Bogie was in a deteriorating marriage (his third) to Mayo Methot, an actress who was battling both the bottle and—as gossip column accounts of their brawls suggested—Bogie. When Hawks told Betty, as Bacall was known, that he’d like to cast her opposite either Bogie or Cary Grant, she remembered thinking, “Cary Grant—terrific! Humphrey Bogart—yuck.”
“I always cry at weddings, especially my own.”–Humphrey Bogart
When they met, Bacall was 19 and Bogart was 45. He nicknamed her “Baby.” Bogart was still miserably married and his early meetings with Bacall were discreet and brief, their separations bridged by ardent love letters. The relationship made it much easier for the newcomer to make her first film, and Bogart did his best to put her at ease by joking with her and quietly coaching her. He let her steal scenes and even encouraged it.
On May 21, 1945, Bogart and Bacall were married in a small ceremony at the country home of Bogart’s close friend, Pulitzer Prize-winning author Louis Bromfield at Malabar Farm near Lucas,Ohio.
Bogart and Bacall moved into a $160,000 white brick mansion in an exclusive neighborhood in Holmby Hills. The marriage proved to be a happy one, though there were the normal tensions due to their differences. He was a homebody and she liked nightlife. He loved the sea; it made her sick. Bacall allowed Bogart lots of weekend time on his boat as she got seasick. Bogart’s drinking sometimes inflamed tensions.
Lauren and Humphrey gave birth to Stephen Humphrey Bogart on January 6, 1949. Stephen was named after Bogart’s character’s nickname in To Have and Have Not, making Bogart a father at 49. Stephen would go on to become a best-selling author and biographer, later hosting a television special about his father on Turner Classic Movies. They had their second child, Leslie Howard Bogart on August 23, 1952, a girl named after his old friend Leslie Howard.

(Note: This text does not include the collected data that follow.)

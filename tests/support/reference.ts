// Where the outside reference data lives in the repo (copied from the team's reference folder;
// see tests/fixtures/README.md for its provenance).
import { fileURLToPath } from 'node:url'
import { resolve } from 'node:path'

export const REFERENCE_ROOT = fileURLToPath(new URL('../fixtures/reference/', import.meta.url))
export const CASES_FILE = resolve(REFERENCE_ROOT, 'cases.json')
export const TOUCHSTONE_DIR = resolve(REFERENCE_ROOT, 'touchstone')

“A woman isn’t complete without a man. But where do you find a man — a real man — these days.”–Lauren Bacall
Of the years that followed, Bacall would write, “Whenever I think of the word ‘happy’ now, I think of then.” They made three more movies together, and in their Holmby Hills house in Los Angeles, she cooked, gardened and entertained the couple’s high-profile Hollywood friends. Bogie loved it. “She’s my wife, so she stays home and takes care of me,” he boasted. “Maybe that’s the way you tell the ladies from the broads in this town.”
But Bacall’s real chance to prove what she was made of came in the terrible months after the winter of 1956, when Bogie was diagnosed with cancer of the esophagus. A tender Bacall nursed him throughout the illness, and on Jan. 14, 1957, he died. Afterward, the devastation that the 33-year-old Bacall suffered was nearly indescribable. She had an affair with Frank Sinatra and a rocky, 12-year marriage to Jason Robards, but ultimately it was her children (including son Sam Robards) and career that restored her. In the end, Bacall would be forever associated with her first husband. Indeed, their image as ideal lovers was so strong that in 1981 they provided the hook for a popular song, “Key Largo” — “We had it all, just like Bogie and Bacall…”
“Sometimes I get very nostalgic because he died very young and he didn’t have a chance to see his children grow at all. But on the other hand, because he never aged he’s more alive than ever to more generations. He’d have never believed this.”